import type { RecordShape } from '../symbols/record.ts';
import type { SymbolChunk, SymbolSequence } from '../symbols/sequence.ts';
import type { BothEnds, EndCost, EndOperations } from './cost.ts';
import type { InPieces } from './in-pieces.ts';
import type { ParameterDeclaration, ParameterValues } from './parameters.ts';

/** Where a coder's knowledge comes from; `none` for coders that need no tables and keep no state between messages. */
export type TablePolicy = 'shipped' | 'sent' | 'learned' | 'primed' | 'none';

/** Resets that a coder declares. */
export type DeclaredReset = 'message' | 'file' | 'never';

/** When an adaptive coder forgets and `sent` tables are sent anew, as a plan says it; `message*R`: every R messages. */
export type Reset = DeclaredReset | `message*${number}`;

/**
 * The same as a coder sees it: the harness runs reset `file` as one unit a file and `message*R` as one unit each R messages,
 * so within a unit there is either a reset at each message or none.
 */
export type UnitReset = 'message' | 'never';

/**
 * What the decoder is told for free: `known` the symbol count of each message; `link` where each message ends in the
 * carried bits; `sent` neither. What is not free is written in the message and booked in `framing`.
 */
export type Lengths = 'known' | 'link' | 'sent';

/** Trained or fitted knowledge of one coder; made by its trainer, read only by the same coder. */
export interface Tables {
  /** Name of the coder that made them. */
  readonly coder: string;
}

/** Everything both ends agree on before the first bit. */
export interface Setup {
  readonly policy: TablePolicy;
  readonly alphabetSize: number;
  readonly reset: UnitReset;
  readonly lengths: Lengths;
  /** Each message's bits are padded to a multiple of this: 1, 8, 16, 32 or 64. */
  readonly align: number;
  /**
   * `shipped`, `primed`: at both ends. `sent` with reset `never`: fitted to the unit, at the encoder only, which writes
   * them in the first message. `sent` with reset `message`: absent, the encoder fits each message itself.
   */
  readonly tables?: Tables;
  /**
   * Each message is to hold as many whole units as fit into so many coded bytes, everything counted: the message ends that
   * an encoder or a trainer is given are then those of units, and the encoder decides the messages. Only where a message
   * decodes alone (reset `message`).
   */
  readonly fill?: { readonly bytes: number };
  /** Where all messages are whole units of so many symbols: the count that is written is that of units. */
  readonly unitSymbols?: number;
  /** Where the symbols are the bytes of whole records: their shape. */
  readonly record?: RecordShape;
  /** What the corpus says of how fields are coded, by field name: see symbols/field-choice.ts. */
  readonly fields?: Readonly<Record<string, string>>;
  /**
   * Only for coders that work in pieces: takes coded bytes as soon as nothing can change them, so that `Coded.bytes` is
   * empty. The array is the encoder's own and changes after the call.
   */
  readonly sink?: (bytes: Uint8Array) => void;
  /** Most bytes that a model which grows may take; absent: the coder's own bound. */
  readonly modelBytes?: number;
}

/** Exact integers, in bits, summed over messages; `payloadBits` is the one real number (docs/account.md). */
export interface IntegerAccount {
  /** Code words, or whole bytes shifted out of an arithmetic coder. */
  writtenBits: number;
  /** What ends the message's code string. */
  endingBits: number;
  /** Zeros up to `align`. */
  paddingBits: number;
  tableBits: number;
  indexBits: number;
  framingBits: number;
  checkBits: number;
}

/** What an encoder gives back. */
export interface Coded {
  /** All messages, one after another; the last byte filled up with zeros. */
  readonly bytes: Uint8Array;
  /** For each message the bit where it ends, padding included: multiples of `align`. */
  readonly messageEndsBits: Float64Array;
  /** Under `fill`: for each message the index one past its last symbol, as the encoder decided. */
  readonly symbolEnds?: Uint32Array;
  readonly account: IntegerAccount;
  /** Σ word lengths, or −log2 of the final by the initial interval of an arithmetic coder: real, not rounded. */
  readonly payloadBits: number;
}

export interface Encoder {
  /** Codes the chunk. Any cut of a sequence into chunks gives the same bytes. */
  push(chunk: SymbolChunk): void;
  /** Ends the unit. An open message is an error. The encoder cannot be used afterwards. */
  finish(): Coded;
}

/** What a decoder is given of one unit; the optional parts only under the lengths rule that grants them. */
export interface CodedInput {
  readonly bytes: Uint8Array;
  readonly messageCount: number;
  /** Only under `link`. */
  readonly messageEndsBits?: Float64Array;
  /** Only under `known`. */
  readonly symbolCounts?: Uint32Array;
  /**
   * Only from a coder that wraps this one and puts bits of its own between the messages. Called for each message in turn,
   * before anything of it is read, with the bit where the message before it ended (0 at first); gives the bit where this one
   * starts, and may, under `known`, set its entry of `symbolCounts`.
   */
  readonly startOf?: (messageIndex: number, endBits: number) => number;
}

export interface Decoded {
  readonly sequence: SymbolSequence;
  /** Bits read, padding included; equals the last message's end for an honest stream. */
  readonly bitsConsumed: number;
}

/** Bounds that keep a decoder safe on any bytes. */
export interface DecodeLimits {
  /** Most symbols of a whole unit. */
  readonly maxSymbols: number;
}

export interface Decoder {
  /** @throws CorruptStreamError, LimitError – and nothing else, whatever the bytes. */
  decode(input: CodedInput): Decoded;
}

export interface Trainer {
  push(chunk: SymbolChunk): void;
  finish(): Tables;
}

/**
 * The class of which `fit` is the best member: all order-k conditional distributions, or all distributions over blocks of n
 * symbols. For blocks the coder also says how many it saw, how many were distinct, and their plug-in entropy in bits a block,
 * which tell whether that class is estimable.
 */
export type FitClass =
  | { readonly order: number }
  | {
      readonly block: number;
      readonly blocks: number;
      readonly distinct: number;
      readonly entropyBits: number;
    };

/** What one field of the record takes. */
export interface FieldPrice {
  readonly name: string;
  readonly idealBits: number;
  /** How it was coded, as `parseFieldChoice` reads it. */
  readonly choice: string;
}

/** Code lengths by the model alone: a pass of its own, never timed, floating point allowed. */
export interface Price {
  /** −Σ log2 of the probabilities behind the code. */
  readonly idealBits: number;
  /** The same per message. */
  readonly messageIdealBits: Float64Array;
  /**
   * Shortest code length of one fixed member of the coder's class over the whole sequence, with the contexts that the
   * cell has (start contexts or run-on). Absent where the class has no best member.
   */
  readonly fit?: { readonly bits: number; readonly of: FitClass };
  /** Of coders that code a record by its fields; the bits add up to `idealBits`. */
  readonly perField?: readonly FieldPrice[];
}

/** A coder's description of itself: what the registry, screens and documents show. */
export interface Declaration {
  readonly name: string;
  /** One sentence. */
  readonly summary: string;
  readonly parameters: readonly ParameterDeclaration[];
  readonly policies: readonly TablePolicy[];
  /** Resets in which cells exist for policies other than `shipped` and `none` (these have one cell, at `message`). */
  readonly resets: readonly DeclaredReset[];
  /** The encoder must hold a whole message before its first bit. */
  readonly needsWholeMessage: boolean;
  /** A general-purpose coder shown for scale; never a pick, its bits never gated. */
  readonly reference: boolean;
  /** Codes only corpora whose symbols are the bytes of records; elsewhere it has no cell. */
  readonly needsRecord?: boolean;
  /** Largest alphabet, in symbols. */
  readonly maxAlphabetSize: number;
  /** Longest a message of n symbols can become, in words and symbols. */
  readonly worstCase: string;
  /** Memory of each end beside the message, in words and symbols. */
  readonly memory: string;
  /** Author, year, section of the method. */
  readonly source: string;
}

/**
 * A coder with all parameters set.
 *
 * Messages are coded one after another; each starts with what `lengths` does not grant (see message-frame.ts) and is
 * padded to `align`.
 */
export interface Coder {
  readonly declares: Declaration;
  /** Throws InputError when this setup cannot work (alphabet too large, policy not declared …), saying why. */
  check?(setup: Setup): void;
  /** Absent where no policy of the coder uses tables. */
  trainer?(setup: Setup): Trainer;
  /** Codes the messages it is given; `fill` is for {@link filler}, or for the wrapper of coders that have none. */
  encoder(setup: Setup): Encoder;
  /** A quick encoder under `fill`, which gives the same as trying every length; undefined where there is none. */
  filler?(setup: Setup): Encoder | undefined;
  /** Whether one more symbol never makes a message shorter, so that a fill may skip lengths. Absent: not known. */
  growsSteadily?(setup: Setup): boolean;
  decoder(setup: Setup, limits: DecodeLimits): Decoder;
  /** For data that memory cannot hold. Absent: the coder takes a unit as a whole. */
  readonly inPieces?: InPieces;
  /** Absent for coders that have no probabilities (references). `sequence` is one whole unit. */
  price?(sequence: SymbolSequence, setup: Setup): Price;
  /**
   * What each end would take on a device. Absent, or undefined under this setup: no exported form is known.
   * @param longestCodedBytes  coded bytes of the longest message
   * @param sequence           one whole unit: what is sent or grown depends on what is coded
   */
  costs?(
    setup: Setup,
    longestCodedBytes: number,
    sequence: SymbolSequence,
  ): BothEnds<EndCost> | undefined;
  /** Operations of each end, counted over one whole unit in a pass of its own; as `costs` where not known. */
  operations?(sequence: SymbolSequence, setup: Setup): EndOperations | undefined;
  /** Coded bytes that a decoder holds before its first symbol, tables sent apart; `message`: the whole message. */
  decoderHolds?(setup: Setup): number | 'message';
  /** Lines that show the tables to a person: sizes, bits, a few rows. */
  describeTables?(tables: Tables, setup: Setup): string[];
}

/** A coder before its parameters are set: what a coder's file exports and the registry lists. */
export interface CoderEntry {
  readonly declaration: Declaration;
  create(values: ParameterValues): Coder;
}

____

* _How to complete this task_
Exactly repeat the lines running from the top of the listing to the line bearing "coder declares. */", both of those lines included, and only them.

* _The answer_
import type { RecordShape } from '../symbols/record.ts';
import type { SymbolChunk, SymbolSequence } from '../symbols/sequence.ts';
import type { BothEnds, EndCost, EndOperations } from './cost.ts';
import type { InPieces } from './in-pieces.ts';
import type { ParameterDeclaration, ParameterValues } from './parameters.ts';

/** Where a coder's knowledge comes from; `none` for coders that need no tables and keep no state between messages. */
export type TablePolicy = 'shipped' | 'sent' | 'learned' | 'primed' | 'none';

/** Resets that a coder declares. */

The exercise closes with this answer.